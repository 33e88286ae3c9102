"""Fixtures of the evaluator room.

`machines` (invented tasks and designs) and `conformance` (the suite of the evaluator contract) are
plain modules beside this file, imported by name: the `pythonpath` of pyproject.toml holds this
folder.
"""

from __future__ import annotations

import importlib
import tomllib
from collections.abc import Iterable
from importlib.metadata import EntryPoint, distributions, entry_points
from pathlib import Path

import pytest

pytest.register_assert_rewrite("conformance")

PROJECT = Path(__file__).parents[2]
GROUP = "hovergap.evaluators"


@pytest.fixture(scope="session")
def declared_entry_points(tmp_path_factory: pytest.TempPathFactory) -> Path:
    """A folder for the import path with the entry points that pyproject.toml declares."""
    declared = tomllib.loads((PROJECT / "pyproject.toml").read_text())["project"]["entry-points"]
    info = tmp_path_factory.mktemp("declared") / "hovergap_checkout-0.dist-info"
    info.mkdir()
    (info / "METADATA").write_text("Metadata-Version: 2.1\nName: hovergap-checkout\nVersion: 0\n")
    lines = [f"[{GROUP}]", *(f"{name} = {value}" for name, value in declared[GROUP].items())]
    (info / "entry_points.txt").write_text("\n".join(lines) + "\n")
    return info.parent


def distributions_points(folder: Path) -> Iterable[EntryPoint]:
    (distribution,) = distributions(path=[str(folder)])
    return distribution.entry_points


@pytest.fixture
def entry_points_found(declared_entry_points: Path, monkeypatch: pytest.MonkeyPatch) -> None:
    """Make all declared evaluators discoverable, whatever is installed of this checkout."""
    declared = {point.name for point in distributions_points(declared_entry_points)}
    if not declared <= {point.name for point in entry_points(group=GROUP)}:
        monkeypatch.syspath_prepend(str(declared_entry_points))
        importlib.invalidate_caches()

*****

• The problem: In the listing above, take the line containing "the evaluator room." as the start and write out every line through the last one exactly, with nothing added.

• Solved problem:
"""Fixtures of the evaluator room.

`machines` (invented tasks and designs) and `conformance` (the suite of the evaluator contract) are
plain modules beside this file, imported by name: the `pythonpath` of pyproject.toml holds this
folder.
"""

from __future__ import annotations

import importlib
import tomllib
from collections.abc import Iterable
from importlib.metadata import EntryPoint, distributions, entry_points
from pathlib import Path

import pytest

pytest.register_assert_rewrite("conformance")

PROJECT = Path(__file__).parents[2]
GROUP = "hovergap.evaluators"


@pytest.fixture(scope="session")
def declared_entry_points(tmp_path_factory: pytest.TempPathFactory) -> Path:
    """A folder for the import path with the entry points that pyproject.toml declares."""
    declared = tomllib.loads((PROJECT / "pyproject.toml").read_text())["project"]["entry-points"]
    info = tmp_path_factory.mktemp("declared") / "hovergap_checkout-0.dist-info"
    info.mkdir()
    (info / "METADATA").write_text("Metadata-Version: 2.1\nName: hovergap-checkout\nVersion: 0\n")
    lines = [f"[{GROUP}]", *(f"{name} = {value}" for name, value in declared[GROUP].items())]
    (info / "entry_points.txt").write_text("\n".join(lines) + "\n")
    return info.parent


def distributions_points(folder: Path) -> Iterable[EntryPoint]:
    (distribution,) = distributions(path=[str(folder)])
    return distribution.entry_points


@pytest.fixture
def entry_points_found(declared_entry_points: Path, monkeypatch: pytest.MonkeyPatch) -> None:
    """Make all declared evaluators discoverable, whatever is installed of this checkout."""
    declared = {point.name for point in distributions_points(declared_entry_points)}
    if not declared <= {point.name for point in entry_points(group=GROUP)}:
        monkeypatch.syspath_prepend(str(declared_entry_points))
        importlib.invalidate_caches()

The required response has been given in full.